Independence and celebrations: Let the Glasgow Games begin

By David Lord / Expert

There was a poignant undercurrent in Glasgow this morning at the opening ceremony of the 20th Commonwealth Games.

If the September 18 independence referendum is carried, Scotland will no longer be included in Team GB for the Olympics, and will no longer be funded by the National Lottery.

As champion cyclist Sir Chris Hoy, one of Scotland’s favourite sons, predicted in May last year, it will take a long time for Scotland to reestablish itself on its own.

All that’s in store, this morning the opening ceremoney took a slow pace until singing legend Rod Stewart and Susan Boyle, winner of “Britain Has Talent” in 2009 took to the stage, still singing like a thrush.

Another Scottish legend, comedian Billy Connolly, was serious when he saluted Nelson Mandela. and right through the ceremony UNICEF ambassadors popped up with the likes of Sachin Tendulkar, hurdler Colin Jackson, and Sir Chris.

The theme was “Children First”, with all ambassadors making a plea to the 1.5 billion television viewers to donate. and stop 18,000 kids suffering from curable diseases in Commonwealth countries dying a day.

It was a solid sell, and hopefully the Commonwealth responded.

The march past of athletes was in region order and not the usual alphabetical list of the 71 countues competing this time.

Asia led off, followed by Oceania led by Australia with champion cyclist Anna Meares the flag-bearer, while New Zealand’s bearer was the legendary shot putter Valeie Evans.

The best story out of Oceania was Niue, a tiny island 2500 kilometres north-east of New Zeland with a total population of 1611 – 11 of them are competing in Glasgow.

The best story out of the Americas came from St Helena, with its oldest inhabitant a 182 year-old giant tortoise Jonathan, celebrated by being on the reverse side of their five cent coin.

On the other side, it must have been tough going for the president of the Commonwealth Games Federation Sir Imran from Malaysia following the air crash that claimed 298 lives just over a week ago.

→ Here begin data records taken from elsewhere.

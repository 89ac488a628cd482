/* SPDX-License-Identifier: GPL-3.0-or-later */
/* test_ground.c: numbers, text, JSON, hashes, result directories and the allocation door. */
#include <errno.h>
#include <math.h>
#include <stdio.h>
#include <stdlib.h>
#include <string.h>
#include <sys/stat.h>
#include <sys/wait.h>
#include <unistd.h>

#include "base/base.h"
#include "base/file.h"
#include "base/json_read.h"
#include "base/json_write.h"
#include "base/mem.h"
#include "base/number.h"
#include "base/sha256.h"
#include "unit.h"

/* RFC 8785, appendix B */
static void shortest_numbers(void)
{
    static const struct {
        double x;
        const char *text;
    } samples[] = {{0.0, "0"},
                   {-0.0, "0"},
                   {5e-324, "5e-324"},
                   {1.7976931348623157e308, "1.7976931348623157e+308"},
                   {9007199254740992.0, "9007199254740992"},
                   {295147905179352830000.0, "295147905179352830000"},
                   {9.999999999999997e22, "9.999999999999997e+22"},
                   {1e23, "1e+23"},
                   {999999999999999700000.0, "999999999999999700000"},
                   {1e21, "1e+21"},
                   {9.999999999999997e-7, "9.999999999999997e-7"},
                   {0.000001, "0.000001"},
                   {333333333.3333332, "333333333.3333332"},
                   {-0.0000033333333333333333, "-0.0000033333333333333333"},
                   {1424953923781206.2, "1424953923781206.2"}};
    char out[NUMBER_CHARS];
    for (size_t i = 0; i < COUNT_OF(samples); i++)
        CU_ASSERT_STRING_EQUAL(number_shortest(out, samples[i].x), samples[i].text);
    CU_ASSERT_STRING_EQUAL(number_fixed(out, -0.0001, 2), "0.00");
    CU_ASSERT_EQUAL(number_nine(1.23456789012), 1.23456789);
}

static void parsed_numbers(void)
{
    double x;
    CU_ASSERT(number_parse(" -1.5e-3 ", &x) && x == -1.5e-3);
    CU_ASSERT(number_parse(".5", &x) && x == 0.5);
    static const char *const wrong[] = {"",    "1e999", "nan", "inf", "0x10",
                                        "1,5", "1 2",   "--1", "1e"};
    for (size_t i = 0; i < COUNT_OF(wrong); i++)
        CU_ASSERT_FALSE(number_parse(wrong[i], &x));
    CU_ASSERT(number_parse_whole("12", 0, 20, &x) && x == 12);
    CU_ASSERT_FALSE(number_parse_whole("12.0", 0, 20, &x));
    CU_ASSERT_FALSE(number_parse_whole("21", 0, 20, &x));
}

static void escapes(void)
{
    struct text t = TEXT_INIT;
    text_add_html(&t, "a<b>&\"'");
    CU_ASSERT_STRING_EQUAL(text_s(&t), "a&lt;b&gt;&amp;&quot;&#39;");
    text_clear(&t);
    text_add_csv(&t, "a,\"b\"");
    CU_ASSERT_STRING_EQUAL(text_s(&t), "\"a,\"\"b\"\"\"");
    text_clear(&t);
    text_add_json(&t, "\"\\\n\x01\xc3\xa9");
    CU_ASSERT_STRING_EQUAL(text_s(&t), "\"\\\"\\\\\\n\\u0001\xc3\xa9\"");
    static const char *const list[] = {"analyze", "check", NULL};
    CU_ASSERT_STRING_EQUAL(text_nearest("anlyze", list), "analyze");
    CU_ASSERT_PTR_NULL(text_nearest("simulate", list));
    CU_ASSERT(text_is_utf8("\xe2\x82\xac", 3));
    CU_ASSERT_FALSE(text_is_utf8("\xc0\x80", 2));
    text_release(&t);
}

/* RFC 8785, 3.2.3: the sorting example (by UTF-16 code units) */
static void canonical_json(void)
{
    static const char in[] =
        "{\"\\u20ac\":\"Euro\",\"\\r\":\"CR\",\"\\ufb33\":\"Dalet\",\"1\":\"One\","
        "\"\\ud83d\\ude00\":\"Smile\",\"\\u0080\":\"Control\",\"\\u00f6\":\"o\"}";
    static const char *const order[] = {"CR", "One", "Control", "\"o\"", "Euro", "Smile", "Dalet"};
    struct err e = ERR_INIT;
    struct text out = TEXT_INIT;
    cJSON *tree = NULL;
    CU_ASSERT_EQUAL_FATAL(json_parse(in, sizeof in - 1, "x", &tree, &e), STATUS_OK);
    json_canonical(&out, tree);
    const char *at = text_s(&out);
    for (size_t i = 0; i < COUNT_OF(order); i++) {
        at = strstr(at, order[i]);
        CU_ASSERT_PTR_NOT_NULL_FATAL(at);
    }
    cJSON_Delete(tree);
    text_release(&out);
    err_release(&e);
}

/* FIPS 180-4, example "abc" */
static void hashes(void)
{
    char out[SHA256_HEX];
    CU_ASSERT_STRING_EQUAL(sha256_hex(out, "abc", 3),
                           "ba7816bf8f01cfea414140de5dae2223b00361a396177a9cb410ff61f20015ad");
}

static const char *const owned[] = {"main.json", "page.html", NULL};

static char *fresh_directory(void)
{
    static char path[64];
    snprintf(path, sizeof path, "/tmp/terrace-test-XXXXXX");
    CU_ASSERT_PTR_NOT_NULL_FATAL(mkdtemp(path));
    return path;
}

static enum status write_results(const char *path, const char *words, bool force, struct err *e)
{
    struct outdir *d;
    struct text bytes = TEXT_INIT;
    text_add(&bytes, words);
    enum status status = outdir_open(&d, path, "main.json", owned, force, true, e);
    if (status == STATUS_OK)
        status = outdir_add(d, "page.html", &bytes, e);
    if (status == STATUS_OK)
        status = outdir_add(d, "main.json", &bytes, e);
    if (status == STATUS_OK)
        status = outdir_commit(d, e);
    outdir_free(d);
    text_release(&bytes);
    return status;
}

static bool holds(const char *path, const char *name, const char *words)
{
    struct text file = TEXT_INIT, bytes = TEXT_INIT;
    struct err e = ERR_INIT;
    text_addf(&file, "%s/%s", path, name);
    const bool same =
        file_read(text_s(&file), &bytes, &e) == STATUS_OK && strcmp(text_s(&bytes), words) == 0;
    text_release(&file);
    text_release(&bytes);
    err_release(&e);
    return same;
}

static void clear(const char *path)
{
    static const char *const names[] = {"main.json", "page.html", ".terrace.lock"};
    char file[128];
    for (size_t i = 0; i < COUNT_OF(names); i++) {
        snprintf(file, sizeof file, "%s/%s", path, names[i]);
        unlink(file);
    }
    CU_ASSERT_EQUAL(rmdir(path), 0); /* nothing else is left behind */
}

static void directories(void)
{
    char *path = fresh_directory(), file[128];
    struct err e = ERR_INIT;
    struct stat about;
    CU_ASSERT_EQUAL(write_results(path, "one", false, &e), STATUS_OK);
    CU_ASSERT(holds(path, "main.json", "one") && holds(path, "page.html", "one"));
    snprintf(file, sizeof file, "%s/main.json", path);
    CU_ASSERT_EQUAL(stat(file, &about), 0);
    CU_ASSERT_EQUAL(about.st_mode & 0777, 0600);
    CU_ASSERT_EQUAL(write_results(path, "two", false, &e), STATUS_INPUT);
    CU_ASSERT(holds(path, "main.json", "one"));
    CU_ASSERT_EQUAL(write_results(path, "two", true, &e), STATUS_OK);
    CU_ASSERT(holds(path, "main.json", "two"));
    clear(path);
    err_release(&e);
}

/* every write, fsync and rename fails in turn: never a finished result of the failed run */
static void injected_failures(void)
{
    unsigned long failures = 0;
    for (unsigned long n = 1; n < 40; n++) {
        char *path = fresh_directory();
        struct err e = ERR_INIT;
        file_fail_at(n, ENOSPC);
        const enum status status = write_results(path, "words", false, &e);
        file_fail_at(0, 0);
        if (status == STATUS_OK) {
            CU_ASSERT(holds(path, "main.json", "words"));
        } else {
            failures++;
            CU_ASSERT_EQUAL(status, STATUS_SYSTEM);
            CU_ASSERT_PTR_NOT_NULL(strstr(e.faults[0].message, "No space left"));
        }
        clear(path);
        err_release(&e);
    }
    CU_ASSERT(failures >= 7); /* two writes, two fsyncs, a commit, two renames, a directory fsync */
}

static void refused_memory(void)
{
    const pid_t child = fork();
    if (child == 0) {
        if (!freopen("/dev/null", "w", stderr))
            _exit(9);
        mem_refuse_at(3);
        for (int i = 0; i < 3; i++)
            mem_free(mem_new(10, 10));
        _exit(0);
    }
    int status = 0;
    waitpid(child, &status, 0);
    CU_ASSERT(WIFEXITED(status) && WEXITSTATUS(status) == 4);
}

static const struct unit_test tests[] = {
    {"shortest numbers", shortest_numbers},
    {"parsed numbers", parsed_numbers},
    {"escapes, nearest word, UTF-8", escapes},
    {"canonical JSON", canonical_json},
    {"SHA-256", hashes},
    {"result directories", directories},
    {"injected write failures", injected_failures},
    {"refused memory", refused_memory},
    UNIT_END,
};

int main(void)
{
    return unit_main("ground", tests);
}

The Malaysian team wore black armbands in their march past, and a minute’s silence was observed before the Queen officialy opened the Games.

But the lead-in to that was a lighter moment, when Sir Imran and Sir Chris couldn’t open the Queen’s baton that held a message from the Queen inserted in the stem when the baton left Buckingham Palace 288 days ago, and travelled the width and breadth of the Commonwealth for over 100,000 miles and held aloft by 10,000 volunteers

After what seemed an eternity, they eventually extracted the message and handed it to a bemused Queen.

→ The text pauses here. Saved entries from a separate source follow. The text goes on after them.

/* SPDX-License-Identifier: GPL-3.0-or-later */
/* test_report_page.c: report.html and the tables for the terminal: sound markup, escaping, one
 * self-contained file, marks of distrust, the order words first. */
#include <ctype.h>
#include <stdlib.h>
#include <string.h>

#include "base/mem.h"
#include "markup_check.h"
#include "report/analysis_page.h"
#include "report/analysis_text.h"
#include "report_fixture.h"
#include "unit.h"

typedef void writer_fn(struct text *out, const struct analysis_report *r);

static char *written(writer_fn *write, enum fixture_kind kind)
{
    struct fixture *f = fixture_new(kind);
    struct text t = TEXT_INIT;
    write(&t, fixture_report(f));
    fixture_free(f);
    return text_take(&t);
}

static const enum fixture_kind kinds[] = {FIXTURE_ITCH,  FIXTURE_DAYS, FIXTURE_DISTRUSTED,
                                          FIXTURE_FINAL, FIXTURE_MANY, FIXTURE_MODELS};

/* "nan" or "inf" as a word of its own, as printf would write a number that does not exist. */
static size_t broken_numbers(const char *s)
{
    size_t n = 0;
    for (const char *p = s; *p; p++) {
        const bool begins = p == s || !isalpha((unsigned char)p[-1]);
        const bool word = strncmp(p, "nan", 3) == 0 || strncmp(p, "inf", 3) == 0;
        n += begins && word && !isalpha((unsigned char)p[3]);
    }
    return n;
}

static void pages_are_sound(void)
{
    for (size_t i = 0; i < sizeof kinds / sizeof kinds[0]; i++) {
        char *page = written(analysis_page, kinds[i]);
        CU_ASSERT_TRUE(markup_is_sound(page));
        CU_ASSERT_EQUAL(broken_numbers(page), 0);
        mem_free(page);
    }
}

static void pages_need_nothing_else(void)
{
    char *page = written(analysis_page, FIXTURE_ITCH);
    CU_ASSERT_PTR_NOT_NULL(strstr(page, "default-src 'none'"));
    CU_ASSERT_EQUAL(markup_count(page, "http://") + markup_count(page, "https://"), 0);
    CU_ASSERT_EQUAL(markup_count(page, "<link") + markup_count(page, "<script"), 0);
    CU_ASSERT_EQUAL(markup_count(page, "src=\"") + markup_count(page, "@import"), 0);
    mem_free(page);
}

static void what_a_user_wrote_is_escaped(void)
{
    char *page = written(analysis_page, FIXTURE_MANY);
    CU_ASSERT_PTR_NULL(strstr(page, "<wide>"));
    CU_ASSERT_PTR_NULL(strstr(page, "<tags>"));
    CU_ASSERT_PTR_NULL(strstr(page, "T<1>"));
    CU_ASSERT_PTR_NOT_NULL(strstr(page, "A &lt;wide&gt; &quot;range&quot; &amp; more"));
    CU_ASSERT_PTR_NOT_NULL(strstr(page, "dose &lt;128&gt; &amp; &quot;x&quot;"));
    mem_free(page);
}

static void distrusted_pages_are_marked(void)
{
    char *page = written(analysis_page, FIXTURE_DISTRUSTED);
    char *text = written(analysis_text, FIXTURE_DISTRUSTED);
    CU_ASSERT_PTR_NOT_NULL(strstr(page, "<p class=\"banner\" role=\"alert\">Not to be used</p>"));
    CU_ASSERT_PTR_NOT_NULL(strstr(page, "class=\"watermark\""));
    CU_ASSERT_PTR_NOT_NULL(strstr(page, "<p class=\"verdict\">Undetermined</p>"));
    CU_ASSERT_PTR_NULL(strstr(page, "Next share"));
    CU_ASSERT_PTR_NULL(strstr(page, ">not met<"));
    CU_ASSERT_PTR_NOT_NULL(strstr(page, "R-hat of ED50 is 1.31"));
    CU_ASSERT_PTR_NOT_NULL(strstr(text, "*** Not to be used ***"));
    CU_ASSERT_PTR_NOT_NULL(strstr(text, "Recommendation: Undetermined."));
    mem_free(page);
    mem_free(text);
}

static void trusted_pages_are_not_marked(void)
{
    char *page = written(analysis_page, FIXTURE_ITCH);
    char *text = written(analysis_text, FIXTURE_ITCH);
    CU_ASSERT_PTR_NULL(strstr(page, "class=\"banner\""));
    CU_ASSERT_PTR_NULL(strstr(page, "Not to be used"));
    CU_ASSERT_PTR_NULL(strstr(text, "Not to be used"));
    mem_free(page);
    mem_free(text);
}

static void words_come_before_figures(void)
{
    char *page = written(analysis_page, FIXTURE_ITCH);
    static const char *const order[] = {"id=\"answer\"",     "id=\"analysed\"", "id=\"why\"",
                                        "id=\"sure\"",       "id=\"distrust\"", "id=\"figures\"",
                                        "id=\"parameters\"", "id=\"origin\"",   "id=\"use\""};
    const char *from = page;
    for (size_t i = 0; i < sizeof order / sizeof order[0]; i++) {
        const char *found = strstr(page, order[i]);
        CU_ASSERT_TRUE(found != NULL && found >= from);
        from = found ? found : from;
    }
    mem_free(page);
}

static void every_figure_has_title_axes_and_table(void)
{
    char *page = written(analysis_page, FIXTURE_ITCH);
    const size_t figures = markup_count(page, "<figure ");
    CU_ASSERT_EQUAL(figures, 6); /* response, three targets, allocation, decisions */
    CU_ASSERT_EQUAL(markup_count(page, "<figcaption>"), figures);
    CU_ASSERT_EQUAL(markup_count(page, "<svg class=\"chart wide\" role=\"img\""), figures);
    CU_ASSERT_EQUAL(markup_count(page, "<svg class=\"chart narrow\" role=\"img\""), figures);
    CU_ASSERT_EQUAL(markup_count(page, "<table>"), figures + 3);
    CU_ASSERT_EQUAL(markup_count(page, "Dose (mg)</text>"), 2 * 5);
    mem_free(page);
}

static void absent_parts_leave_no_trace(void)
{
    char *page = written(analysis_page, FIXTURE_DAYS);
    CU_ASSERT_EQUAL(markup_count(page, "<figure "), 3); /* no decisions */
    CU_ASSERT_PTR_NULL(strstr(page, ">Gain<"));
    CU_ASSERT_PTR_NOT_NULL(strstr(page, ">Raw rate<"));
    CU_ASSERT_PTR_NOT_NULL(strstr(page, "8 days (closed)"));
    CU_ASSERT_EQUAL(markup_count(page, "No outcomes yet at 4 days"), 1); /* said once */
    CU_ASSERT_PTR_NOT_NULL(strstr(page, "3 who dropped out count as failures"));
    CU_ASSERT_PTR_NOT_NULL(strstr(page, "cannot be told apart within Monte Carlo error"));
    mem_free(page);
}

static void a_fraction_is_relative_to_the_levels(void)
{
    char *page = written(analysis_page, FIXTURE_ITCH);
    CU_ASSERT_EQUAL(markup_count(page, "relative to the levels studied"), 1); /* ED90 only */
    CU_ASSERT_PTR_NOT_NULL(strstr(page, "90% of the largest active gain. This is relative"));
    mem_free(page);
}

static void final_with_pending_is_marked(void)
{
    char *page = written(analysis_page, FIXTURE_FINAL);
    char *text = written(analysis_text, FIXTURE_FINAL);
    CU_ASSERT_PTR_NOT_NULL(strstr(page, "Final analysis, with outcomes pending"));
    CU_ASSERT_PTR_NOT_NULL(strstr(page, "<p class=\"verdict\">No success</p>"));
    CU_ASSERT_PTR_NOT_NULL(strstr(page, "this is the last analysis"));
    CU_ASSERT_PTR_NOT_NULL(strstr(text, "24 subjects have no outcome yet"));
    mem_free(page);
    mem_free(text);
}

static void terminal_tables_line_up(void)
{
    char *text = written(analysis_text, FIXTURE_ITCH);
    const char *head = strstr(text, "\n  Level "), *row = strstr(text, "\n  80 mg ");
    CU_ASSERT_TRUE_FATAL(head && row);
    CU_ASSERT_EQUAL(strcspn(head + 1, "\n"), strcspn(row + 1, "\n"));
    CU_ASSERT_PTR_NOT_NULL(strstr(text, ">0.999"));
    CU_ASSERT_PTR_NOT_NULL(strstr(text, "Recommendation: Continue."));
    CU_ASSERT_EQUAL(broken_numbers(text), 0);
    mem_free(text);
}

static void likelihood_stands_beside_the_posterior(void)
{
    char *page = written(analysis_page, FIXTURE_MODELS);
    char *text = written(analysis_text, FIXTURE_MODELS);
    /* six levels and the key, wide and narrow; the curve and its key */
    CU_ASSERT_EQUAL(markup_count(page, "class=\"likelihood-mark\""), 2 * (6 + 1));
    CU_ASSERT_EQUAL(markup_count(page, "class=\"likelihood\""), 2 * (1 + 1));
    CU_ASSERT_EQUAL(markup_count(page, ">likelihood estimate</text>"), 2);
    CU_ASSERT_PTR_NOT_NULL(strstr(page, ">Likelihood mean</th>"));
    CU_ASSERT_PTR_NOT_NULL(strstr(page, "drift_variance"));
    CU_ASSERT_PTR_NOT_NULL(strstr(text, "log-likelihood -231.212 and AIC 470.425"));
    CU_ASSERT_PTR_NOT_NULL(strstr(text, "normal, mean 0, sd 4; set by the prior"));
    CU_ASSERT_EQUAL(markup_count(text, "; set by the prior"), 1);
    CU_ASSERT_PTR_NOT_NULL(strstr(text, "\n  ED50         "));
    CU_ASSERT_PTR_NOT_NULL(strstr(text, "3.704  0.250"));
    mem_free(page);
    mem_free(text);
}

static void a_likelihood_fit_that_does_not_exist(void)
{
    char *none = written(analysis_text, FIXTURE_ITCH);
    char *failed = written(analysis_text, FIXTURE_FINAL);
    char *page = written(analysis_page, FIXTURE_FINAL);
    CU_ASSERT_PTR_NOT_NULL(strstr(none, "There is no likelihood fit"));
    CU_ASSERT_PTR_NOT_NULL(strstr(failed, "ED50 runs off beyond the levels."));
    CU_ASSERT_PTR_NULL(strstr(failed, "Likelihood"));
    CU_ASSERT_PTR_NULL(strstr(page, "class=\"likelihood"));
    CU_ASSERT_PTR_NULL(strstr(page, "Likelihood mean"));
    mem_free(none);
    mem_free(failed);
    mem_free(page);
}

static void other_models_stand_beside(void)
{
    char *page = written(analysis_page, FIXTURE_MODELS);
    char *text = written(analysis_text, FIXTURE_MODELS);
    CU_ASSERT_EQUAL(markup_count(page, "<figure "), 7);
    CU_ASSERT_PTR_NOT_NULL(strstr(page, "1: ndlm"));
    CU_ASSERT_PTR_NOT_NULL(strstr(page, "2: emax (not to be used)"));
    CU_ASSERT_PTR_NOT_NULL(strstr(page, "3: emax (not fitted)"));
    CU_ASSERT_PTR_NOT_NULL(strstr(page, "It could not be fitted: the posterior may be improper."));
    CU_ASSERT_PTR_NOT_NULL(strstr(page, "they decide nothing"));
    /* six levels times four models, less the one without numbers */
    CU_ASSERT_EQUAL(markup_count(page, "class=\"model-mark model-"), 2 * (6 * 3 + 4));
    CU_ASSERT_PTR_NOT_NULL(strstr(text, "Sensitivity model 3 could not be fitted"));
    CU_ASSERT_PTR_NOT_NULL(strstr(text, "computation of sensitivity model 2 cannot be trusted"));
    CU_ASSERT_EQUAL(broken_numbers(text), 0);
    mem_free(page);
    mem_free(text);
}

static void fit_of_the_level_means(void)
{
    char *page = written(analysis_page, FIXTURE_MODELS);
    char *none = written(analysis_page, FIXTURE_ITCH);
    CU_ASSERT_PTR_NOT_NULL(strstr(page, "from the curve in 0.400 of repetitions"));
    CU_ASSERT_PTR_NOT_NULL(strstr(none, "fewer than two levels have outcomes"));
    mem_free(page);
    mem_free(none);
}

/* The checker itself can fail. */
static void the_checker_sees_faults(void)
{
    CU_ASSERT_TRUE(markup_is_sound("<p class=\"a\">x &amp; y</p>"));
    CU_ASSERT_FALSE(markup_is_sound("<p>x"));
    CU_ASSERT_FALSE(markup_is_sound("<p><b>x</p></b>"));
    CU_ASSERT_FALSE(markup_is_sound("<p>a & b</p>"));
    CU_ASSERT_FALSE(markup_is_sound("<p class=a>b</p>"));
    CU_ASSERT_FALSE(markup_is_sound("<p id=\"a\"></p><p id=\"a\"></p>"));
    CU_ASSERT_EQUAL(broken_numbers("x=\"nan\" inf"), 2);
    CU_ASSERT_EQUAL(broken_numbers("infinite information, nano"), 0);
}

static const struct unit_test tests[] = {
    {"pages are sound", pages_are_sound},
    {"pages need nothing else", pages_need_nothing_else},
    {"what a user wrote is escaped", what_a_user_wrote_is_escaped},
    {"distrusted pages are marked", distrusted_pages_are_marked},
    {"trusted pages are not marked", trusted_pages_are_not_marked},
    {"words come before figures", words_come_before_figures},
    {"every figure has title, axes and table", every_figure_has_title_axes_and_table},
    {"absent parts leave no trace", absent_parts_leave_no_trace},
    {"a fraction is relative to the levels studied", a_fraction_is_relative_to_the_levels},
    {"a final analysis with pending subjects is marked", final_with_pending_is_marked},
    {"terminal tables line up", terminal_tables_line_up},
    {"the likelihood stands beside the posterior", likelihood_stands_beside_the_posterior},
    {"a likelihood fit that does not exist", a_likelihood_fit_that_does_not_exist},
    {"other models stand beside", other_models_stand_beside},
    {"fit of the level means", fit_of_the_level_means},
    {"the checker sees faults", the_checker_sees_faults},
    UNIT_END};

int main(void)
{
    return unit_main("report page", tests);
}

So four hours after it all began, the Queen officially declared the Games open.

Let the Games begin.

The Crowd Says:

2014-07-24T16:47:56+00:00

DaniE

Guest


The Scottie dogs and Prince Imran (who seems to be a genial Hercule Poirot of Malaysia) were the highlights of this opening ceremony for me. Thankfully only two hours - then one nights sleep - then the sport begins!!!

2014-07-24T13:42:44+00:00

Nick

Guest


And of course Scots will no longer be able to latch onto athletes from the rest of the UK as they've been happy to do. I'm not a Londoner but I should imagine they support Hoy and Murray as fellow Brits. In my experience wherever you are in the UK you tend to support your fellow British and Irish - including those from the Irish Republic - sportsmen outside of football, of course, and to some extent rugby. Hoy in particular has emphasised that he's proud of being both Scottish and British. Of course, the nationalist extremists have accused him of being an "anti-Scottish bigot" for his warnings of the risks to Scottish sport of independence.

2014-07-24T10:37:51+00:00

Glenn Innes

Guest


Scotland will not vote for independence in fact it will not even be close, about 60-40 against will be the final score.Scotland would be an economic basket case without tax transfers from England so pragmatism will trump emotion and they will stay in the Union.

2014-07-24T04:16:04+00:00

Football United

Guest


Scottish Sport will be fine in the event of independence, or at least it couldn't get any worse. The pro rugby set up there is already a mess, they will continue to have a strong representation in Golf and the only negative to Scottish Football would be that it is harder for the old firm to join the English System. It's also great for it's athletes in the likes of Cycling, Tennis or other Olympic sport as they can finally compete as Scotland and the Londoners can no longer latch onto Scottish Athletes like Hoy or Andy Murray.